BRIDENBAUGH: Well, my bosses at GE, said: Yeah, we know there’s a problem, we have to do something about it, and that’s what they’re doing. And, in fact, I was the guy that they assigned to be the project manager directing this reanalysis program. But I was concerned that there should have, perhaps, have been a respite while we completed the analysis. And my bosses basically said, well we can’t afford to do that - that would be like a massive recall, and it would be very detrimental to the marketing program of GE.

GELLERMAN: When you say respite, you wanted them to close these plants down while you did the analysis?

BRIDENBAUGH: Well, yes. I would have been much more satisfied if they had been closed down to do the analysis, yes.

GELLERMAN: And you and two other GE engineers quit?

BRIDENBAUGH: That’s right.

GELLERMAN: Is there a fundamental flaw that existed back then that’s still something we have to deal with? Is this generic to the design or can they be fixed?

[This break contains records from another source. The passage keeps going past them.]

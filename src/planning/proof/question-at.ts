import type { Aeroplane } from '../../performance/aeroplane.ts';
import type { ManualTable } from '../../performance/flight-manual/flight-manual.ts';
import type { Question, Surface } from '../question.ts';
import { type TableNode, windInFigures } from './table-node.ts';

/** Where the aeroplane of such a question would stand: what assumptions and faults about it begin with. */
export const askedAeroplaneAt = '/definition';

/** Conditions that an aeroplane is asked at: mass [kg], pressure altitude [m], temperature [K], headwind [m/s]. */
export interface AskedAt extends Pick<TableNode, 'mass' | 'pressureAltitude' | 'temperature' | 'headwind'> {
  readonly surface: Surface;
}

/** The question about conditions alone: level, from standing at full power, by physics as stated, nothing declared. */
export function questionAt(
  aeroplane: Aeroplane,
  configuration: string,
  { mass, pressureAltitude, temperature, headwind, surface }: AskedAt,
): Question {
  return {
    aeroplane,
    aeroplaneDigest: '',
    aeroplaneAt: askedAeroplaneAt,
    mass,
    configuration,
    runway: {
      designator: '36',
      direction: 0,
      directionReference: 'true',
      elevation: pressureAltitude,
      slope: 0,
      surface,
      start: { kind: 'threshold' },
    },
    weather: {
      temperature,
      pressure: { kind: 'pressureAltitude', value: pressureAltitude },
      wind: { kind: 'components', headwind },
    },
    ruleSet: 'unfactored',
    method: 'stated',
    units: 'm-kt-kg',
    defaulted: [],
  };
}

/** The question whose answer is a row of a table, in the wind that its figures are worth. */
export function questionAtNode(
  aeroplane: Aeroplane,
  table: ManualTable,
  configuration: string,
  node: TableNode,
): Question {
  return questionAt(aeroplane, configuration, {
    ...node,
    headwind: windInFigures(table, node.headwind),
    surface: table.conditions.surface,
  });
}
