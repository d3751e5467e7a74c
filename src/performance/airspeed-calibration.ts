import { interpolate } from '../numerics/interpolate.ts';
import type { AirspeedCalibration } from './aeroplane.ts';

/**
 * Calibrated airspeed of an indicated one by the aeroplane's own table of position error.
 *
 * @param calibration - pairs [m/s], both columns rising
 * @param ias - [m/s]
 * @returns [m/s], or 'outside' where the table does not reach
 * @see references.Cfr1s1, calibrated airspeed
 */
export function calibratedFromIndicated(calibration: AirspeedCalibration, ias: number): number | 'outside' {
  return interpolate(calibration.indicated, calibration.calibrated, ias);
}

/** The inverse of calibratedFromIndicated. @see references.Cfr1s1, calibrated airspeed */
export function indicatedFromCalibrated(calibration: AirspeedCalibration, cas: number): number | 'outside' {
  return interpolate(calibration.calibrated, calibration.indicated, cas);
}
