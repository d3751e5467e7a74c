/** Distance and time gathered over pieces of a path, with the least and greatest of what drives it. */
export interface PathIntegral {
  /** [m] */
  distance: number;
  /** [s] */
  time: number;
  /** least and greatest of the acceleration or gradient met, and where the least was, in the piece's own variable */
  least: number;
  leastAt: number;
  most: number;
  /** work of the wheel brakes over the mass [m2/s2]; 0 where nothing brakes */
  brakeWork: number;
}

/** Adds the piece from one end to the other to a sum. */
export type AddPiece = (from: number, to: number, sum: PathIntegral) => void;

/** A sum of nothing. */
export function newPathIntegral(): PathIntegral {
  return {
    distance: 0,
    time: 0,
    least: Number.POSITIVE_INFINITY,
    leastAt: 0,
    most: Number.NEGATIVE_INFINITY,
    brakeWork: 0,
  };
}

/** Change on halving, as a share of the sum, at which a piece is taken: ten times the rounding of the least acceleration used. */
const agreement = 1e-9;
/** A change that is none: a nanometre, a nanosecond. A tailwind of 1e-300 m/s makes pieces of no length. */
const negligible = 1e-9;
/** Pieces a path may be cut into; a pole as near as 1e-6 of a piece needs some forty. */
const mostPieces = 500;

/**
 * Adds a piece by halving it until its halves agree with the whole: for integrands that nearly reach infinity.
 *
 * @param add - integrates one piece by a fixed rule
 * @param from - lower end
 * @param to - upper end
 * @param sum - receives the piece
 * @returns false where 500 pieces do not settle it, or what drives the path is not positive somewhere
 */
export function addSettled(add: AddPiece, from: number, to: number, sum: PathIntegral): boolean {
  const pending: [from: number, to: number, whole: PathIntegral][] = [[from, to, pieceOf(add, from, to)]];
  for (let pieces = 0; pieces < mostPieces; pieces++) {
    const next = pending.pop();
    if (next === undefined) return true;
    const [low, high, whole] = next;
    const middle = low + (high - low) / 2;
    const lower = pieceOf(add, low, middle);
    const upper = pieceOf(add, middle, high);
    if (!(whole.least > 0 && lower.least > 0 && upper.least > 0)) {
      gather(
        sum,
        whole.least < lower.least && whole.least < upper.least ? whole : lower.least < upper.least ? lower : upper,
      );
      return false;
    }
    if (
      agree(lower.distance + upper.distance, whole.distance, sum.distance) &&
      agree(lower.time + upper.time, whole.time, sum.time)
    ) {
      gather(sum, lower);
      gather(sum, upper);
    } else {
      pending.push([middle, high, upper], [low, middle, lower]);
    }
  }
  return pending.length === 0;
}

function pieceOf(add: AddPiece, from: number, to: number): PathIntegral {
  const piece = newPathIntegral();
  add(from, to, piece);
  return piece;
}

function agree(halves: number, whole: number, before: number): boolean {
  return Math.abs(halves - whole) <= agreement * (halves + before) + negligible;
}

/** Adds a part of a path to a sum. */
export function gather(sum: PathIntegral, part: PathIntegral): void {
  sum.distance += part.distance;
  sum.time += part.time;
  if (part.least < sum.least) {
    sum.least = part.least;
    sum.leastAt = part.leastAt;
  }
  sum.most = Math.max(sum.most, part.most);
  sum.brakeWork += part.brakeWork;
}
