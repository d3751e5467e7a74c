/** How a proof looks on A4: two inks and words; nothing is said by colour alone. */
export const proofStyle = `
@page { size: A4; margin: 16mm 14mm; }
:root { --ink: #1a1a1a; --computed: #004c7a; --printed: #a85800; --second: #5f6368; --paper: #fff; }
@media screen and (prefers-color-scheme: dark) {
  :root { --ink: #f2f2f2; --computed: #8cc8f0; --printed: #c87a22; --second: #a7adb3; --paper: #14171a; }
}
body { margin: 0 auto; max-width: 182mm; padding: 4mm; color: var(--ink); background: var(--paper);
  font: 9pt/1.4 "Liberation Sans", Arial, sans-serif; }
@media print { body { padding: 0; } }
h1 { font-size: 15pt; margin: 4mm 0 2mm; }
h2 { font-size: 11pt; margin: 5mm 0 1.5mm; break-after: avoid; }
p, ol { margin: 1.5mm 0; max-width: 160mm; overflow-wrap: anywhere; }
.notice { border: 0.35mm solid var(--ink); padding: 2mm 3mm; }
dl div { display: flex; gap: 3mm; border-bottom: 0.35mm solid var(--second); padding: 0.8mm 0; }
dt { flex: 0 0 48mm; color: var(--second); }
dd { margin: 0; overflow-wrap: anywhere; }
table { border-collapse: collapse; width: 100%; font-variant-numeric: tabular-nums; }
thead { display: table-header-group; }
tr { break-inside: avoid; }
th, td { border-bottom: 0.35mm solid var(--second); padding: 0.8mm 1.5mm; text-align: right; font-size: 8pt; }
th { font-weight: 700; vertical-align: bottom; border-bottom: 0.7mm solid var(--ink); overflow-wrap: anywhere; }
.printed { color: var(--printed); border-left: 0.7mm solid var(--ink); }
.read, .physics, .ratio { color: var(--computed); }
td.differs { color: var(--ink); font-weight: 700; border-left: 1.4mm double var(--ink); }
.signature th { width: 60mm; text-align: left; border-bottom: 0.35mm solid var(--second); }
.signature td { height: 10mm; border-bottom: 0.7mm solid var(--ink); }
.signature tr { break-inside: avoid; }
`;
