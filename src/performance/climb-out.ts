import { interpolate } from '../numerics/interpolate.ts';
import { steadyClimb } from './steady-climb.ts';

/** Drag of a stage of the climb, up to a height above the runway; the last stage has no end. */
export interface ClimbStage {
  /** [m]; absent: for the rest of the path */
  readonly upTo?: number;
  /** zero-lift drag coefficient, flap and gear as they are on this stage */
  readonly zeroLiftDragCoefficient: number;
}

/** The aeroplane at a height on the path. */
export interface ClimbState {
  /** [kg/m3] */
  readonly density: number;
  /** true [m/s] */
  readonly airspeed: number;
  /** of all running engines at that airspeed [N] */
  readonly thrust: number;
}

/** All that a climb away from the runway needs, in SI. */
export interface ClimbOut {
  readonly mass: number;
  readonly wingArea: number;
  readonly inducedDragFactor: number;
  /** where the path starts: distance from brake release and height above it [m] */
  readonly from: { readonly distance: number; readonly height: number };
  /** height above the start of the path up to which it is followed [m] */
  readonly rise: number;
  readonly stages: readonly ClimbStage[];
  /** the aeroplane at a height above brake release [m] */
  readonly stateAt: (height: number) => ClimbState;
  /** counted against the path over the ground [m/s] */
  readonly headwind: number;
}

/** A path in the vertical, or the name of why there is none. */
export type ClimbPath =
  | {
      readonly outcome: 'climbs';
      /** corners of the path from its start: distance from brake release and height above it [m], both rising */
      readonly distances: readonly number[];
      readonly heights: readonly number[];
      readonly leastGradient: number;
    }
  | { readonly outcome: 'does-not-climb'; readonly atHeight: number; readonly gradient: number };

/** Layers the path is cut into: the gradient changes by less than a hundredth of itself over one. */
const layers = 16;

/**
 * The path after the screen at a steady calibrated airspeed, straight ahead.
 *
 * In each of 16 layers, and in the parts a stage ends in, the distance is dh/tan(gamma) less the wind's share dh/(V sin gamma) w, with
 * the gradient at the middle of the layer: the error falls with the square of the layer's depth.
 *
 * @returns the corners of the path; 'does-not-climb' at the first height where the gradient or the way over the ground is not
 * positive
 * @remarks Wings level, out of ground effect, no acceleration; gear and flap change at once at the height of their stage.
 * @see references.AndersonPerformance, ch. 5
 */
export function climbOut({ from, rise, stages, stateAt, headwind, ...aeroplane }: ClimbOut): ClimbPath {
  const top = from.height + rise;
  const ends = layerEnds(from.height, top, stages);
  const distances = [from.distance];
  const heights = [from.height];
  let leastGradient = Number.POSITIVE_INFINITY;
  for (let i = 1; i < ends.length; i++) {
    const low = ends[i - 1] as number;
    const high = ends[i] as number;
    const middle = (low + high) / 2;
    const { zeroLiftDragCoefficient } = stageAt(stages, middle);
    const state = stateAt(middle);
    const { gradient, rate } = steadyClimb({ ...aeroplane, ...state, zeroLiftDragCoefficient });
    const way = (high - low) * (1 / gradient - headwind / rate);
    if (!(gradient > 0 && way > 0)) return { outcome: 'does-not-climb', atHeight: middle, gradient };
    leastGradient = Math.min(leastGradient, gradient);
    distances.push((distances[i - 1] as number) + way);
    heights.push(high);
  }
  return { outcome: 'climbs', distances, heights, leastGradient };
}

/**
 * Height of the path above brake release at a distance from it [m].
 *
 * @param distance - [m], not before the path begins
 * @returns the last height beyond its end
 */
export function pathHeight(
  { distances, heights }: Extract<ClimbPath, { outcome: 'climbs' }>,
  distance: number,
): number {
  if (distance < (distances[0] as number)) throw new RangeError('distance must not lie before the path begins');
  const height = interpolate(distances, heights, distance);
  return height === 'outside' ? (heights[heights.length - 1] as number) : height;
}

function layerEnds(low: number, high: number, stages: readonly ClimbStage[]): number[] {
  const ends = Array.from({ length: layers + 1 }, (_, i) => low + ((high - low) * i) / layers);
  for (const { upTo } of stages) if (upTo !== undefined && upTo > low && upTo < high) ends.push(upTo);
  return ends.sort((a, b) => a - b).filter((end, i) => i === 0 || end > (ends[i - 1] as number));
}

function stageAt(stages: readonly ClimbStage[], height: number): ClimbStage {
  const stage = stages.find(({ upTo }) => upTo === undefined || height < upTo);
  if (stage === undefined) throw new RangeError('the last stage of a climb must have no end');
  return stage;
}
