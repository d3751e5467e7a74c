import { pressureAltitudeOfPressure, pressureAltitude as pressureAltitudeOfQnh } from '../physics/altimetry.ts';
import {
  highestAltitude,
  lowestAltitude,
  standardPressure,
  standardTemperature,
  withinStandardAtmosphere,
} from '../physics/atmosphere.ts';
import { rho0 } from '../physics/constants.ts';
import { airDensity } from '../physics/density.ts';
import { densityAltitude as densityAltitudeOf } from '../physics/density-altitude.ts';
import { saturationVapourPressure } from '../physics/humidity.ts';

/** What is known of the air: temperatures [K], pressure setting or station pressure [Pa] or pressure altitude [m]. */
export interface AirReport {
  readonly temperature: number;
  readonly dewPoint?: number;
  readonly pressure: { readonly kind: 'qnh' | 'pressureAltitude' | 'stationPressure'; readonly value: number };
}

/** The air at the runway, in SI. */
export interface Air {
  readonly temperature: number;
  /** from the standard temperature at the pressure altitude [K] */
  readonly temperatureDeviation: number;
  readonly pressure: number;
  readonly pressureAltitude: number;
  readonly density: number;
  /** over 1.225 kg/m3 */
  readonly densityRatio: number;
  readonly densityAltitude: number;
  readonly dewPoint?: number;
  /** over water, a ratio */
  readonly relativeHumidity?: number;
  /** [Pa]; absent where no dew point was given */
  readonly vapourPressure?: number;
}

/** The air, or why it cannot be told. */
export type AirOutcome =
  | { readonly outcome: 'air'; readonly air: Air }
  | { readonly outcome: 'elevation-needed' }
  | { readonly outcome: 'dew-point-above-temperature'; readonly dewPoint: number; readonly temperature: number }
  | {
      readonly outcome: 'outside-standard-atmosphere';
      readonly of: 'pressureAltitude' | 'densityAltitude';
      /** [m] */
      readonly lowest: number;
      readonly highest: number;
    };

/**
 * The state of the air from what is known of it. Without a dew point it is computed as dry.
 *
 * @param report - one of QNH, station pressure, pressure altitude
 * @param elevation - [m]; needed with a QNH only
 * @returns the air, or the name of why not
 * @see references.Iso2533; references.Wmo8
 */
export function airOf(report: AirReport, elevation?: number): AirOutcome {
  const { temperature, dewPoint } = report;
  if (dewPoint !== undefined && dewPoint > temperature) {
    return { outcome: 'dew-point-above-temperature', dewPoint, temperature };
  }
  const pressureAltitude = pressureAltitudeOf(report.pressure, elevation);
  if (pressureAltitude === 'elevation-needed') return { outcome: pressureAltitude };
  if (pressureAltitude === 'outside-standard-atmosphere') return outside('pressureAltitude');
  const pressure =
    report.pressure.kind === 'stationPressure' ? report.pressure.value : standardPressure(pressureAltitude);
  const vapourPressure = dewPoint === undefined ? undefined : saturationVapourPressure(dewPoint);
  const density = airDensity(pressure, temperature, vapourPressure);
  const densityAltitude = densityAltitudeOf(density);
  if (densityAltitude === 'outside-standard-atmosphere') return outside('densityAltitude');
  const temperatureDeviation = temperature - standardTemperature(pressureAltitude);
  const densityRatio = density / rho0;
  const dry = { temperature, temperatureDeviation, pressure, pressureAltitude, density, densityRatio, densityAltitude };
  if (dewPoint === undefined || vapourPressure === undefined) return { outcome: 'air', air: dry };
  const relativeHumidity = vapourPressure / saturationVapourPressure(temperature);
  // written out: a spread costs more than all the physics above
  return {
    outcome: 'air',
    air: {
      temperature,
      temperatureDeviation,
      pressure,
      pressureAltitude,
      density,
      densityRatio,
      densityAltitude,
      dewPoint,
      relativeHumidity,
      vapourPressure,
    },
  };
}

function pressureAltitudeOf(
  given: AirReport['pressure'],
  elevation: number | undefined,
): number | 'elevation-needed' | 'outside-standard-atmosphere' {
  if (given.kind === 'stationPressure') return pressureAltitudeOfPressure(given.value);
  if (given.kind === 'pressureAltitude') return withinStandardAtmosphere(given.value);
  if (elevation === undefined) return 'elevation-needed';
  return withinStandardAtmosphere(pressureAltitudeOfQnh(elevation, given.value));
}

function outside(of: 'pressureAltitude' | 'densityAltitude'): AirOutcome {
  return { outcome: 'outside-standard-atmosphere', of, lowest: lowestAltitude, highest: highestAltitude };
}
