import { brent } from '../numerics/brent.ts';
import { type AddPiece, addSettled, newPathIntegral, type PathIntegral } from './path-integral.ts';

/** Distance and time at the ends of the pieces of a path, in the path's own variable. */
export interface PathTable {
  readonly ends: readonly number[];
  readonly distances: readonly number[];
  readonly times: readonly number[];
  /** integrates a piece */
  readonly add: AddPiece;
  /** taken off the distance for each second [m/s] */
  readonly headwind: number;
}

/** Into how many parts each smooth piece of a path is cut, to find places on it fast. */
const parts = 12;
/** How often a part that cannot be integrated is halved, to come near to where the path ends. */
const halvings = 30;

/**
 * A path integrated piece by piece, so that any place on it can be found.
 *
 * @param ends - of its smooth pieces, rising
 * @param add - integrates a piece: distance over the ground, or through the air where a headwind is given [m], time [s]
 * @param length - beyond this distance the path is not followed [m]
 * @returns undefined where the path ends before its last piece and before that distance
 */
export function pathTable(
  ends: readonly number[],
  add: AddPiece,
  length = Number.POSITIVE_INFINITY,
  headwind = 0,
): PathTable | undefined {
  const table = { ends: [ends[0] as number], distances: [0], times: [0] };
  const sum = newPathIntegral();
  const step = (low: number, high: number): boolean => {
    const before = { ...sum };
    if (!addSettled(add, low, high, sum)) {
      Object.assign(sum, before);
      return false;
    }
    table.ends.push(high);
    table.distances.push(sum.distance - headwind * sum.time);
    table.times.push(sum.time);
    return true;
  };
  for (let i = 1; i < ends.length; i++) {
    const from = ends[i - 1] as number;
    const whole = (ends[i] as number) - from;
    for (let part = 1; part <= parts; part++) {
      const high = part === parts ? (ends[i] as number) : from + (whole * part) / parts;
      let low = table.ends.at(-1) as number;
      let share = high - low;
      for (let tries = 0; high > low && share > 0; ) {
        if (step(low, Math.min(high, low + share))) low = table.ends.at(-1) as number;
        else if (++tries > halvings) return undefined;
        else share /= 2;
        if ((table.distances.at(-1) as number) >= length) return { ...table, add, headwind };
      }
    }
  }
  return { ...table, add, headwind };
}

/**
 * Where on a path a distance has been covered, in the path's own variable, and when.
 *
 * @param distance - [m], from the start; beyond the end the end is given
 */
export function pointOnPath(
  { ends, distances, times, add, headwind }: PathTable,
  distance: number,
): { readonly at: number; readonly time: number } {
  let i = 1;
  while (i < ends.length - 1 && (distances[i] as number) < distance) i++;
  const low = ends[i - 1] as number;
  const high = ends[i] ?? low;
  const missing = distance - (distances[i - 1] as number);
  const from = (at: number): PathIntegral => {
    const piece = newPathIntegral();
    if (at > low) add(low, at, piece);
    return piece;
  };
  const excess = (at: number) => {
    const piece = from(at);
    return piece.distance - headwind * piece.time - missing;
  };
  const found = brent(excess, low, high, 1e-12 * Math.max(Math.abs(low), Math.abs(high), 1));
  if (found.outcome === 'root') return { at: found.root, time: (times[i - 1] as number) + from(found.root).time };
  return missing <= 0
    ? { at: low, time: times[i - 1] as number }
    : { at: high, time: times[i] ?? (times[i - 1] as number) };
}
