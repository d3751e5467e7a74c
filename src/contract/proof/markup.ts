/** Text that is markup already. */
export interface Markup {
  readonly markup: string;
}

type Piece = Markup | string | number | readonly Piece[];

/** Markup with every text put into it escaped: only what another call made goes in as it is. */
export function markup(texts: TemplateStringsArray, ...pieces: readonly Piece[]): Markup {
  return { markup: texts.reduce((before, text, i) => before + written(pieces[i - 1] as Piece) + text) };
}

function written(piece: Piece): string {
  if (typeof piece === 'object') return 'markup' in piece ? piece.markup : piece.map(written).join('');
  return String(piece).replace(/[&<>"']/g, (character) => `&#${character.charCodeAt(0)};`);
}
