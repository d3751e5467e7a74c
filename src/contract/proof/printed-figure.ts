import type { AirspeedCalibration } from '../../performance/aeroplane.ts';
import { indicatedFromCalibrated } from '../../performance/airspeed-calibration.ts';
import { roundTo } from '../../units/presentation.ts';
import { fromSi } from '../../units/units.ts';
import { columnKinds, type Heading } from '../flight-manual/manual-columns.ts';
import { isSpeed } from '../flight-manual/to-manual-table.ts';

/** Finest step to which manuals print, and far above what a change of unit leaves behind. */
const finest = 1e-6;

/** Steps to which physics is shown beside printed figures, by unit; other units to a tenth. */
const steps: Readonly<Record<string, number>> = { m: 1, ft: 5, 'ft/min': 1, percent: 0.01 };

/**
 * A figure in SI as a column would print it: in the column's unit, and indicated where the column's speeds are.
 *
 * @param calibration - where the column's speeds are indicated
 * @param of - a printed figure, whole as it was typed in, or one of physics, rounded to what is sensible
 * @returns undefined where the calibration does not reach
 */
export function printedFigure(
  column: Heading,
  si: number,
  calibration: AirspeedCalibration | undefined,
  of: 'print' | 'physics',
): number | undefined {
  const own = calibration !== undefined && isSpeed(column) ? indicatedFromCalibrated(calibration, si) : si;
  if (own === 'outside') return undefined;
  const value = fromSi(columnKinds[column.name].quantity, own, column.unit as never);
  return roundTo(value, of === 'print' ? finest : (steps[column.unit] ?? 0.1), 'nearest');
}
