import { pathLeg } from './path-leg.ts';
import type { ChangeOn, StretchedPath } from './stretched-path.ts';
import type { Leg } from './trajectory.ts';

/**
 * A change of speed on the wheels as legs of a trajectory, one a part.
 *
 * @param path - over its stretches
 * @param changeOn - the change on one stretch
 * @param headwind - [m/s]
 * @returns undefined where the path does not reach its speed
 */
export function speedLegs(
  { reaches, parts }: Pick<StretchedPath, 'reaches' | 'parts'>,
  changeOn: ChangeOn,
  headwind: number,
): Leg[] | undefined {
  if (!reaches) return undefined;
  return parts.map(({ stretch, from, to }) =>
    pathLeg(
      (low, high) => changeOn(stretch, low, high).sum,
      from,
      to,
      (trueAirspeed, distance, time) => ({
        distance,
        time,
        groundSpeed: trueAirspeed - headwind,
        trueAirspeed,
        height: 0,
      }),
    ),
  );
}

/** Time at one speed on the wheels, as a leg of a trajectory. */
export function steadyLeg(trueAirspeed: number, headwind: number, seconds: number): Leg {
  const groundSpeed = trueAirspeed - headwind;
  return {
    distance: groundSpeed * seconds,
    time: seconds,
    at(distance) {
      const time = groundSpeed > 0 ? distance / groundSpeed : 0;
      return { distance, time, groundSpeed, trueAirspeed, height: 0 };
    },
  };
}
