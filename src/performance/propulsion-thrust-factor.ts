import { p0, rho0, T0 } from '../physics/constants.ts';
import type { Propulsion } from './aeroplane.ts';
import { propulsionThrust } from './propulsion.ts';
import { propulsionDefault } from './propulsion-defaults.ts';

/** The factor on an aeroplane's thrust, and how it compares with the published mean. */
export interface ThrustFactor {
  readonly value: number;
  readonly from: 'definition' | 'default' | 'lowered';
  /** thrust at 0.707 of the lift-off speed over Torenbeek's mean, before lowering; absent where not compared */
  readonly ratioToMean?: number;
}

const standardDay = { pressureAltitude: 0, pressure: p0, temperature: T0, density: rho0 };
/** Excess over the published mean that is let stand. @see references.HouseThrustFactor */
const letStand = 1.1;

/**
 * Mean takeoff thrust of governed propellers, at 0.707 of the lift-off speed.
 *
 * T = 0.687 P^(2/3) (sigma N D^2)^(1/3); 5.75 P (sigma N D^2/P)^(1/3) in lbf, hp, ft.
 *
 * @param power - of all engines together [W]
 * @param propellers - N
 * @param diameter - D [m]
 * @param densityRatio - sigma
 * @returns of all propellers [N]
 * @see references.Torenbeek1982, sec. 5.4
 */
export function meanPropellerThrust(power: number, propellers: number, diameter: number, densityRatio: number): number {
  return 0.687 * power ** (2 / 3) * Math.cbrt(densityRatio * propellers * diameter * diameter);
}

/**
 * The thrust factor of a definition: as stated; else the kind's default, lowered where the thrust of governed propellers
 * exceeds the published mean by more than 10 %, so that it agrees; never raised.
 *
 * @param propulsion - figures of one engine
 * @param engines - all of them
 * @param liftOffSpeed - at maximum mass, sea level, standard day [m/s]
 * @see references.Torenbeek1982, sec. 5.4; references.HouseThrustFactor
 */
export function propulsionThrustFactor(propulsion: Propulsion, engines: number, liftOffSpeed: number): ThrustFactor {
  const stated = propulsion.thrustFactor;
  if (stated !== undefined) return { value: stated, from: 'definition' };
  const value = propulsionDefault(propulsion.kind, 'thrustFactor');
  if (propulsion.kind === 'fixed-pitch' || propulsion.kind === 'jet' || propulsion.kind === 'measured') {
    return { value, from: 'default' };
  }
  const thrust = propulsionThrust(propulsion, engines, standardDay, value).at(Math.SQRT1_2 * liftOffSpeed);
  const mean = meanPropellerThrust(engines * propulsion.power, engines, propulsion.propellerDiameter, 1);
  const ratioToMean = thrust / mean;
  return ratioToMean > letStand
    ? { value: value / ratioToMean, from: 'lowered', ratioToMean }
    : { value, from: 'default', ratioToMean };
}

BRIDENBAUGH: Well, it’s really hard to say, and it’s kind of a judgment call. There’s probably not a specific design flaw that exists there, but the configuration of the Mark 1 plant certainly, in my opinion, leaves it a little more vulnerable to significant events such as the earthquake or tsunami that happened at Fukushima. And, uh, I think that they have a basic design weakness, if you will, to withstand those kinds of events.

GELLERMAN: Well, Mr. Bridenbaugh, thanks a lot.

BRIDENBAUGH: Oh, okay. Thank you.

GELLERMAN: Former GE nuclear engineer Dale Bridenbaugh. You can hear more of the interview at our web site loe dot org.